Marnavirids typically have mono- or dicistronic genome organizations, with non-structural proteins preceding the structural proteins34. Our study identified seven new viruses within the Marnaviridae family: rice root-knot nematode associated marnavirus 1 (RRKNMV1), cereal cyst nematode associated marnavirus 1 (CCNMV1), root-knot nematode marnavirus 1 (RKNMV1), two variants of root-knot nematode associated marnavirus 2 (RKNMV2), and potato cyst nematode marnavirus 1–2 (PCNMV1–2) (Table 1). Only a partial genome of PCNMV2, containing regions encoding the capsid protein, was assembled. RKNMV1 and CCNMV1 are monocistronic, while the other four nematode associated marnaviruses are dicistronic, separated by intergenic regions, or they utilize stop-codon readthrough or program frameshift strategies. Phylogenetically, all six nematode-associated marnaviruses are scattered on a branch containing Locarnavirus within the Marnaviridae family (Fig. 8A and Supplementary Fig. 17).

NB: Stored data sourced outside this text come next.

/**
 * The project's own MariaDB: Debian's `mariadb-server`, initialised in `.data/mariadb/` inside the checkout and
 * started on 127.0.0.1 on a project port, so it never touches a system server on 3306.
 *
 * Everything here shells out to the MariaDB tools over the instance's unix socket as the operating-system user, which
 * `mariadb-install-db` grants unix_socket authentication; the application itself connects over TCP with a password.
 */
import { execFileSync, spawn, spawnSync } from 'node:child_process';
import { createHash } from 'node:crypto';
import { existsSync, mkdirSync, readFileSync, rmSync } from 'node:fs';
import { createServer } from 'node:net';
import { userInfo } from 'node:os';
import { join, resolve } from 'node:path';
import { setTimeout as sleep } from 'node:timers/promises';

export const projectRoot = resolve(import.meta.dirname, '..');

export interface LocalDatabaseSettings {
  port: number;
  dataDir: string;
  user: string;
  password: string;
  databases: string[];
}

/** Settings for the project's local instance; `HW_DB_PORT` moves it off the default 3307. */
export function localDatabaseSettings(env: NodeJS.ProcessEnv = process.env): LocalDatabaseSettings {
  return {
    port: Number(env.HW_DB_PORT ?? 3307),
    dataDir: join(projectRoot, '.data', 'mariadb'),
    user: 'hoopwright',
    password: 'hoopwright-local',
    databases: ['hoopwright', 'hoopwright_test'],
  };
}

const osUser = userInfo().username;
const isRoot = process.getuid?.() === 0;

function socketPath(dataDir: string): string {
  const inside = join(dataDir, 'mariadbd.sock');
  // A unix socket path must fit in 107 bytes; deep checkouts fall back to a per-project name in /tmp.
  if (inside.length < 100) return inside;
  return join('/tmp', `hoopwright-${createHash('sha256').update(dataDir).digest('hex').slice(0, 12)}.sock`);
}

function findProgram(name: string): string | undefined {
  for (const dir of ['/usr/sbin', '/usr/bin', '/usr/local/sbin', '/usr/local/bin']) {
    const candidate = join(dir, name);
    if (existsSync(candidate)) return candidate;
  }
  const which = spawnSync('sh', ['-c', `command -v ${name}`], { encoding: 'utf8' });
  return which.status === 0 ? which.stdout.trim() : undefined;
}

function installMariaDbIfMissing(): void {
  if (findProgram('mariadbd')) return;
  if (!isRoot) {
    console.error('MariaDB is not installed. Install it with: sudo apt-get install -y mariadb-server');
    process.exit(1);
  }
  console.log('Installing MariaDB from Debian packages (apt-get install mariadb-server)...');
  const env = { ...process.env, DEBIAN_FRONTEND: 'noninteractive' };
  execFileSync('apt-get', ['update', '-qq'], { stdio: 'inherit', env });
  execFileSync('apt-get', ['install', '-y', '-qq', '--no-install-recommends', 'mariadb-server', 'mariadb-client'], {
    stdio: 'inherit',
    env,
  });
}

function clientArgs(settings: LocalDatabaseSettings): string[] {
  return ['--no-defaults', `--socket=${socketPath(settings.dataDir)}`, `--user=${osUser}`];
}

function ping(settings: LocalDatabaseSettings): boolean {
  const admin = findProgram('mariadb-admin') ?? 'mariadb-admin';
  return spawnSync(admin, [...clientArgs(settings), '--connect-timeout=2', 'ping'], { stdio: 'ignore' }).status === 0;
}

function runSql(settings: LocalDatabaseSettings, sql: string): void {
  const client = findProgram('mariadb') ?? 'mariadb';
  execFileSync(client, [...clientArgs(settings), '--batch'], { input: sql, stdio: ['pipe', 'inherit', 'inherit'] });
}

function pidFile(settings: LocalDatabaseSettings): string {
  return join(settings.dataDir, 'mariadbd.pid');
}

function isAlive(pid: number): boolean {
  try {
    process.kill(pid, 0);
    return true;
  } catch {
    return false;
  }
}

/** The local MariaDB's process id while it runs (benchmarks read its CPU time). */
export const localDatabasePid = (settings = localDatabaseSettings()) => runningPid(settings);

function runningPid(settings: LocalDatabaseSettings): number | undefined {
  const file = pidFile(settings);
  if (!existsSync(file)) return undefined;
  const pid = Number(readFileSync(file, 'utf8').trim());
  return isAlive(pid) ? pid : undefined;
}

function isPortFree(port: number): Promise<boolean> {
  return new Promise((resolve) => {
    const probe = createServer()
      .once('error', () => resolve(false))
      .once('listening', () => probe.close(() => resolve(true)));
    probe.listen(port, '127.0.0.1');
  });
}

function initialiseDataDir(settings: LocalDatabaseSettings): void {
  if (existsSync(join(settings.dataDir, 'mysql'))) return;
  console.log(`Initialising a MariaDB data folder in ${settings.dataDir} ...`);
  mkdirSync(settings.dataDir, { recursive: true });
  const installDb = findProgram('mariadb-install-db') ?? 'mariadb-install-db';
  execFileSync(
    installDb,
    [
      '--no-defaults',
      `--datadir=${settings.dataDir}`,
      `--user=${osUser}`,
      '--auth-root-authentication-method=socket',
      '--skip-test-db',
    ],
    { stdio: ['ignore', 'ignore', 'inherit'] },
  );
}

function grantSql(settings: LocalDatabaseSettings): string {
  const lines: string[] = [];
  for (const host of ['127.0.0.1', 'localhost']) {
    lines.push(`CREATE USER IF NOT EXISTS '${settings.user}'@'${host}' IDENTIFIED BY '${settings.password}';`);
    for (const db of settings.databases) {
      lines.push(`GRANT ALL PRIVILEGES ON \`${db}\`.* TO '${settings.user}'@'${host}';`);
    }
  }
  for (const db of settings.databases) {
    lines.push(`CREATE DATABASE IF NOT EXISTS \`${db}\` CHARACTER SET utf8mb4 COLLATE utf8mb4_unicode_ci;`);
  }
  return lines.join('\n');
}

/**
 * Installs (as root), initialises and starts the local instance, then makes sure the databases and the application
 * user exist. Returns whether this call started the server, so a caller knows whether to stop it again.
 */
export async function startLocalDatabase(settings = localDatabaseSettings()): Promise<{ started: boolean }> {
  installMariaDbIfMissing();
  if (runningPid(settings) && ping(settings)) {
    runSql(settings, grantSql(settings));
    return { started: false };
  }
  if (!(await isPortFree(settings.port))) {
    throw new Error(
      `Port ${settings.port} on 127.0.0.1 is taken by another program (another checkout's database?). ` +
        `Stop it, or choose another port, e.g. HW_DB_PORT=3308 npm start.`,
    );
  }
  initialiseDataDir(settings);
  const logFile = join(settings.dataDir, 'mariadbd.err');
  const args = [
    '--no-defaults',
    `--datadir=${settings.dataDir}`,
    `--port=${settings.port}`,
    '--bind-address=127.0.0.1',
    `--socket=${socketPath(settings.dataDir)}`,
    `--pid-file=${pidFile(settings)}`,
    `--log-error=${logFile}`,
    '--skip-name-resolve',
    '--character-set-server=utf8mb4',
    '--collation-server=utf8mb4_unicode_ci',
    '--innodb-buffer-pool-size=64M',
    '--innodb-flush-log-at-trx-commit=2',
    ...(isRoot ? ['--user=root'] : []),
  ];
  const child = spawn(findProgram('mariadbd') ?? 'mariadbd', args, { detached: true, stdio: 'ignore' });
  let exitCode: number | null = null;
  child.on('exit', (code) => (exitCode = code ?? 1));
  child.unref();
  const deadline = Date.now() + 60_000;
  while (!ping(settings)) {
    if (exitCode !== null || Date.now() > deadline) {
      const log = existsSync(logFile) ? readFileSync(logFile, 'utf8').split('\n').slice(-15).join('\n') : '';
      throw new Error(`MariaDB did not start on 127.0.0.1:${settings.port}.\n${log}`);
    }
    await sleep(250);
  }
  runSql(settings, grantSql(settings));
  return { started: true };
}

/** Shuts the local instance down cleanly and waits until its process has gone. */
export async function stopLocalDatabase(settings = localDatabaseSettings()): Promise<{ stopped: boolean }> {
  const pid = runningPid(settings);
  if (!pid) return { stopped: false };
  const admin = findProgram('mariadb-admin') ?? 'mariadb-admin';
  const result = spawnSync(admin, [...clientArgs(settings), 'shutdown'], { stdio: 'ignore' });
  if (result.status !== 0) process.kill(pid, 'SIGTERM');
  // mariadbd removes its pid file before it has fully exited; wait for the process itself, so the port is free.
  const deadline = Date.now() + 30_000;
  while (isAlive(pid) && Date.now() < deadline) await sleep(200);
  return { stopped: true };
}

/**
 * Kills the local instance at once (SIGKILL, as a crash or a lost machine would) and waits until it has gone, for
 * the benchmarks that measure how the app behaves while its database is away. The next start runs crash recovery.
 */
export async function killLocalDatabase(settings = localDatabaseSettings()): Promise<{ killed: boolean }> {
  const pid = runningPid(settings);
  if (!pid) return { killed: false };
  process.kill(pid, 'SIGKILL');
  const deadline = Date.now() + 30_000;
  while (isAlive(pid) && Date.now() < deadline) await sleep(100);
  return { killed: true };
}

/** Stops the instance and deletes its data folder; the next start initialises it afresh. */
export async function wipeLocalDatabase(settings = localDatabaseSettings()): Promise<void> {
  await stopLocalDatabase(settings);
  rmSync(settings.dataDir, { recursive: true, force: true });
}

/** Drops and recreates one database of the local instance (used by the test command for a clean test database). */
export function recreateLocalDatabase(name: string, settings = localDatabaseSettings()): void {
  runSql(settings, `DROP DATABASE IF EXISTS \`${name}\`;\n${grantSql(settings)}`);
}

/** Creates one more database on the local instance (if missing) and lets the application user use it. */
export function ensureLocalDatabase(name: string, settings = localDatabaseSettings()): void {
  runSql({ ...settings, databases: [name] }, grantSql({ ...settings, databases: [name] }));
}

/** Drops one scratch database of the local instance (the order-board benchmark's). */
export function dropLocalDatabase(name: string, settings = localDatabaseSettings()): void {
  runSql(settings, `DROP DATABASE IF EXISTS \`${name}\`;`);
}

Fig. 8: Phylogenetic tree and genome organization of PPN-associated viruses belonging to Picornavirales.
figure 8

A Phylogenetic tree based on the RdRP domain of PPN-associated viruses and their relatives in Picornavirales. Q.pfam+F + I + R9 was selected as the best-fit model according to the BIC score. The detailed tree is in Supplementary Fig. 17. BD Genome organization of PPN-associated viruses. Hel, RNA helicase. 3Cpro, cysteine protease. RdRP, RNA-dependant RNA polymerase. CRPV, capsid domain (derived from cricket paralysis virus). Rhv, capsid domain (derived from rhinovirus). Ns, site with gaps. RT, stop-codon readthrough. E Enlarged view of the unclassified clade containing nematode specific picorna-like viruses in Fig. 8A. Animal and soil nematode-associated viruses are followed by a nematode illustration. Newly identified viruses in this study are marked with solid red star.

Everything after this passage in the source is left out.